Elogio delle ferie d’agosto
di FERDINANDO PASTORE (Pagina FB)

La sintesi dello spirito cosmopolita e imprenditoriale dell’esistenza è racchiusa nella purtroppo osannata filippica di Sergio Marchionne contro la dispersiva e indolente abitudine nazionale di lasciare vuoti gli uffici per tutto il mese di agosto. Da poco nominato capo supremo della Fiat, si stupì dell’assenza completa del personale nel momento in cui l’azienda versava in uno stato di crisi: in America, sottolineò il nostro, se ne fregano di agosto, loro lavorano senza soste. L’Italia, dunque, piace per visitarla in vacanza ma non per investire denari. Gli aspiranti business men, i solerti quadri manageriali delle multinazionali ma anche tutto quel ceto politico, tecnico e giornalistico sempre in vetrina con camicie bianche arrotolate fino ai gomiti, con parte del mondo professionale più di tendenza, salutarono quelle parole come una svolta sintattica del costume nostrano.

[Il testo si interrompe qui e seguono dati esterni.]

/* Tables of the volume engine in the results store. A table of V_{g,n}, g <= G, n <= N takes
   hours at large G, so it is kept as one row (one transaction: a run stopped before the table is
   complete writes nothing, and a row is the whole table or absent). One row per number of points
   N, under the key hash("volume table", N), holding the largest G computed; a second row, the
   index (hash("volume table index")), lists the pairs (N, G) stored, so that a run asking for
   V_{g,n} finds a table without guessing N. The index is only a hint: the table's own first line
   says what it holds, and two runs writing at once can at worst lose a table, never mix one.
   Format of a table row (docs/volumes-engine.md): the line "volume-table-1 G N", then the
   (G+1)(N+1) values g-major, one a line, as numerator/denominator in lowest terms (0 for the
   unstable (g, n)). The store keys rows by the engine's version, so a table of another version
   is never read. */
#include <stdio.h>
#include <stdlib.h>
#include <string.h>

#include <flint/fmpq.h>
#include <flint/fmpq_vec.h>

#include "results.h"
#include "sha256.h"
#include "strbuf.h"
#include "util.h"
#include "volume_table_store.h"

#define VOLTAB_TAG "volume-table-1"

/* Stored tables are few (one per N); an index longer than this is not ours. */
#define VOLTAB_INDEX_MAX 64

typedef struct {
    slong N, G;
} voltab_entry;

/* The store's key for the table with N points (N < 0: the index). */
static void voltab_key(slong N, char key[65])
{
    sha256_ctx h;
    char num[32];
    sha256_init(&h);
    sha256_update_field(&h, N < 0 ? "volume table index" : "volume table");
    if (N >= 0) {
        snprintf(num, sizeof num, "%ld", (long)N);
        sha256_update_field(&h, num);
    }
    sha256_final_hex(&h, key);
}

static int voltab_store_usable(const interp *I)
{
    return !I->store_off && !I->verify;
}

char *voltab_text(const fmpq *t, slong G, slong N)
{
    strbuf b;
    strbuf_init(&b);
    strbuf_printf(&b, VOLTAB_TAG " %ld %ld\n", (long)G, (long)N);
    for (slong k = 0; k < (G + 1) * (N + 1); k++) {
        strbuf_put_fmpq(&b, t + k);
        strbuf_putc(&b, '\n');
    }
    return strbuf_take(&b);
}

/* Reads one value line s (NUL-terminated, digits and at most one '/') into v, which must be in
   lowest terms, positive for a stable (g, n) and 0 otherwise. Returns 1 when it is. */
static int voltab_read_value(fmpq_t v, const char *s, slong g, slong n)
{
    size_t len = strlen(s);
    if (len == 0 || strspn(s, "0123456789/") != len || s[0] == '/' || s[len - 1] == '/')
        return 0;
    const char *slash = strchr(s, '/');
    if (slash && strchr(slash + 1, '/'))
        return 0;
    if (fmpq_set_str(v, s, 10) != 0 || !fmpq_is_canonical(v))
        return 0;
    int stable = 2 * g - 2 + n > 0;
    return stable ? fmpq_sgn(v) > 0 : fmpq_is_zero(v);
}

/* Reads the lines of buf (modified: line ends become NULs) after the header into t. */
static int voltab_read_values(fmpq *t, char *p, slong G, slong N)
{
    for (slong k = 0; k < (G + 1) * (N + 1); k++) {
        char *end = strchr(p, '\n');
        if (!end)
            return 0;
        *end = '\0';
        if (!voltab_read_value(t + k, p, k / (N + 1), k % (N + 1)))
            return 0;
        p = end + 1;
    }
    return *p == '\0';
}

/* Whether text has exactly `lines` line ends (checked before any allocation). */
static int voltab_line_count_is(const char *text, slong lines)
{
    slong c = 0;
    for (const char *p = text; (p = strchr(p, '\n')) != NULL; p++)
        if (++c > lines)
            return 0;
    return c == lines;
}

int voltab_read(const char *text, fmpq **t, slong *G, slong *N)
{
    long g = -1, n = -1;
    char head[80];
    *t = NULL;
    if (sscanf(text, VOLTAB_TAG " %ld %ld", &g, &n) != 2 || g < 0 || n < 0 || g > 100000 || n > 100000)
        return 0;
    snprintf(head, sizeof head, VOLTAB_TAG " %ld %ld\n", g, n);   /* the header exactly, nothing else */
    if (strncmp(text, head, strlen(head)) != 0 || !voltab_line_count_is(text, (g + 1) * (n + 1) + 1))
        return 0;
    const char *nl = strchr(text, '\n');
    char *buf = xstrdup(nl + 1);
    fmpq *tab = _fmpq_vec_init((g + 1) * (n + 1));
    int ok = voltab_read_values(tab, buf, g, n);
    free(buf);
    if (!ok) {
        _fmpq_vec_clear(tab, (g + 1) * (n + 1));
        return 0;
    }
    *t = tab;
    *G = g;
    *N = n;
    return 1;
}

/* The index of stored tables: up to VOLTAB_INDEX_MAX pairs, *count of them; 0 when there is
   none or it does not read as one. */
static int voltab_index_read(interp *I, voltab_entry *e, int *count)
{
    char key[65], *text = NULL;
    *count = 0;
    voltab_key(-1, key);
    if (!results_lookup_text(I, key, &text))
        return 0;
    const char *p = text;
    long N, G;
    int used, ok = 1;
    while (ok && *p && sscanf(p, "%ld %ld\n%n", &N, &G, &used) == 2 && used > 0) {
        ok = N >= 0 && G >= 0 && *count < VOLTAB_INDEX_MAX;
        if (ok)
            e[(*count)++] = (voltab_entry){N, G};
        p += used;
    }
    if (!ok || *p)
        *count = 0;
    free(text);
    return *count > 0;
}

/* Whether the table (G, N) holds V_{g,n} and every entry of the session's table. */
static int voltab_covers(const interp *I, slong G, slong N, slong g, slong n)
{
    return G >= g && N >= n && (!I->wpv || (G >= I->wpv_G && N >= I->wpv_N));
}

/* Among the stored tables that cover, the one with most genera, then fewest points; -1 if none. */
static int voltab_choose(const interp *I, const voltab_entry *e, int count, slong g, slong n)
{
    int best = -1;
    for (int i = 0; i < count; i++)
        if (voltab_covers(I, e[i].G, e[i].N, g, n)
            && (best < 0 || e[i].G > e[best].G || (e[i].G == e[best].G && e[i].N < e[best].N)))
            best = i;
    return best;
}

int voltab_store_fill(interp *I, slong g, slong n)
{
    voltab_entry e[VOLTAB_INDEX_MAX];
    int count, i;
    if (!voltab_store_usable(I) || !voltab_index_read(I, e, &count)
        || (i = voltab_choose(I, e, count, g, n)) < 0)
        return 0;
    char key[65], *text = NULL;
    fmpq *t = NULL;
    slong G, N;
    voltab_key(e[i].N, key);
    int ok = results_lookup_text(I, key, &text) && voltab_read(text, &t, &G, &N);
    free(text);
    if (ok && (N != e[i].N || !voltab_covers(I, G, N, g, n))) {   /* the index was behind the row */
        _fmpq_vec_clear(t, (G + 1) * (N + 1));
        ok = 0;
    }
    if (!ok)
        return 0;
    voltab_adopt(I, t, G, N);
    return 1;
}

void voltab_adopt(interp *I, fmpq *t, slong G, slong N)
{
    if (I->wpv)
        _fmpq_vec_clear(I->wpv, (I->wpv_G + 1) * (I->wpv_N + 1));
    I->wpv = t;
    I->wpv_G = G;
    I->wpv_N = N;
}

/* Writes the index e[0..count) (one line "N G" per stored table). */
static void voltab_index_write(interp *I, const voltab_entry *e, int count)
{
    char key[65];
    strbuf b;
    strbuf_init(&b);
    for (int i = 0; i < count; i++)
        strbuf_printf(&b, "%ld %ld\n", (long)e[i].N, (long)e[i].G);
    voltab_key(-1, key);
    /* the index is cheap but worthless without its table: written whenever the table was */
    results_save_text(I, key, "index of the volume tables", b.data, 1e9);
    strbuf_clear(&b);
}

/* voltab_store_table inside its transaction. */
static int voltab_keep_table_and_index(interp *I, const fmpq *t, slong G, slong N, double seconds)
{
    voltab_entry e[VOLTAB_INDEX_MAX + 1];
    int count = 0, j = 1;
    voltab_index_read(I, e + 1, &count);
    for (int i = 1; i <= count; i++)
        if (e[i].N == N && e[i].G >= G)
            return VOLTAB_HELD;   /* as much is stored already */
    char key[65], label[96], *text = voltab_text(t, G, N);
    voltab_key(N, key);
    snprintf(label, sizeof label, "V_{g,n}, g <= %ld, n <= %ld (volume table)", (long)G, (long)N);
    int written = results_save_text(I, key, label, text, seconds);
    free(text);
    if (!written)
        return VOLTAB_NOT_WRITTEN;
    e[0] = (voltab_entry){N, G};   /* first, so that it survives the index's bound */
    for (int i = 1; i <= count; i++)   /* drop this N's old entry and the tables this one covers */
        if (e[i].N != N && !(e[i].N <= N && e[i].G <= G))
            e[j++] = e[i];
    voltab_index_write(I, e, j > VOLTAB_INDEX_MAX ? VOLTAB_INDEX_MAX : j);
    return VOLTAB_WRITTEN;
}

int voltab_store_table(interp *I, const fmpq *t, slong G, slong N, double seconds)
{
    if (!voltab_store_usable(I))
        return VOLTAB_NOT_WRITTEN;
    /* the index read, the table written and the index rewritten, by one process at a time:
       two runs storing tables at once would otherwise each rewrite the index it read before
       the other's table, and one of the tables would drop out of it */
    int tx = results_begin(I);
    int r = voltab_keep_table_and_index(I, t, G, N, seconds);
    if (tx)
        results_end(I);
    return r;
}

void voltab_store_keep(interp *I, double seconds)
{
    if (I->wpv)
        voltab_store_table(I, I->wpv, I->wpv_G, I->wpv_N, seconds);
}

Finalmente un sano protestantesimo efficientista varcava le Alpi per sanificare in un sol colpo sedimentate pigrizie vacanziere, cocomeri lasciati a rinfrescare a riva, pance gonfie e tese orgogliosamente messe in mostra sui bagnasciuga dei nostri mari calmi dove nessuno fa surf. Un vero e proprio scandalo l’Italia: per ben un mese si ha il coraggio di abbandonare la postura prestazionale delle giornate per preferire l’inconcludenza delle chiacchiere di paese. Il sudore arroventato degli esodi di massa, la promiscuità tra classi sociali distanti per censo, cultura, posizione professionale, il brulichio di corpi arrostiti dal sole che schiamazzano nelle spiagge, contraddicevano l’esclusività portata dalla dedizione rarefatta, impersonalmente identica a sé stessa, all’ufficio, ai meeting internazionali in diretta da Milano, e al raggiungimento dei bonus e degli incentivi concorrenziali.
Meglio non mischiarsi con quella mistura di creme abbronzanti, di musica rumorosa, di conversazioni capaci di dilatare il corso del tempo senza misurarsi mai con la virtuosità del profitto. Più cool sparire di tanto in tanto per dei weekend rigeneranti con voli last minute. Tonificare menti e personalità con l’aria condizionata dei grandi hub del turismo d’élite, con gli spazi concepiti perché a tutti sia concesso di percepirsi parte dello star system per almeno mezza giornata, con il viaggio emotivamente esperienziale in canyon o deserti esotici, per poi tornare diligentemente a inebetirsi con curve di fattibilità o con target prestazionali che vorrebbero indorare lo sfruttamento.
Agosto, al contrario, il lungo agosto italiano, quando il cemento delle città sprofondava nel silenzio, quando l’ingorgo dell’autostrada del sole allarmava la protezione civile con la distribuzione di acqua fresca, contribuiva a fortificare la democrazia. Il ritorno nei paesi d’origine accomunava il destino di padroni e lavoratori, di ricchi e poveri. Tutti rimasticavano il dialetto, tutti potevano sorridere dei piccoli pettegolezzi della piazza. Anche il lungo conflitto sociale dell’inverno rumoroso trovava una quiete nel cibo di prossimità, nelle tavolate di reminiscenza contadina; vecchi, giovani, padri e madri, signori e cafoni si confrontavano senza l’assillo cronometrico dell’orario, di un cartellino, senza l’ossessione totalitaristica per la performance.
Il nostro agosto, ormai stemperato dopo anni di precarietà e di flessibilità lavorativa che inchiodano al ricatto delle imprese, era un gioiello da esportare, persino in America. Altro che Marchionne.